# Exercise requirements
Which lines in the data below contain the word "meta"? Copy each of them.

(Records from a data collection)

┄┄┄┄┄┄┄┄┄┄┄┄┄┄┄┄┄┄┄┄

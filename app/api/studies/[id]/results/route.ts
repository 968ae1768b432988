import { db } from "@/lib/db/client";
import { evaluateStoredStudy } from "@/lib/services/studies";
import { RANKING_METRICS, type RankingMetric } from "@/lib/economics/sensitivity";
import { failure, json, notFound, parseId, withErrors } from "../../../_http";
import { upstreamParam } from "@/app/studies/_components/settings";
import { labelledPriceSource } from "@/app/studies/_components/price-labels";

export const dynamic = "force-dynamic";

/**
 * GET /api/studies/{id}/results[?metric=…&upstream=1|0&sweep=1]: the evaluated study — every
 * scenario's figures, fit checks, ranking, cautions and audit trail (and the hydrogen sweep).
 * 422 with the field when the stored study cannot be evaluated.
 */
export const GET = withErrors(async (req: Request, { params }: { params: Promise<{ id: string }> }): Promise<Response> => {
  const id = parseId((await params).id);
  if (id === null) return notFound("Study");
  const q = new URL(req.url).searchParams;
  const m = q.get("metric");
  if (m && !(RANKING_METRICS as readonly string[]).includes(m)) {
    return json({ error: `metric must be one of ${RANKING_METRICS.join(", ")}`, fieldErrors: { metric: "unknown metric" } }, 400);
  }
  const ev = await evaluateStoredStudy(db(), id, {
    metric: (m as RankingMetric) ?? undefined,
    includeUpstream: upstreamParam(q.get("upstream")),
    sweep: q.get("sweep") === "1",
  });
  if (!ev.ok) return failure(ev);
  return json({
    studyId: id,
    priceSources: {
      baseline: labelledPriceSource(ev.bundle.meta.baseline.price),
      scenarios: ev.bundle.meta.scenarios.map((s) => labelledPriceSource(s.price)),
    },
    result: ev.result,
  });
});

┄┄┄┄┄┄┄┄┄┄┄┄┄┄┄┄┄┄┄┄

# Answer section
      baseline: labelledPriceSource(ev.bundle.meta.baseline.price),
      scenarios: ev.bundle.meta.scenarios.map((s) => labelledPriceSource(s.price)),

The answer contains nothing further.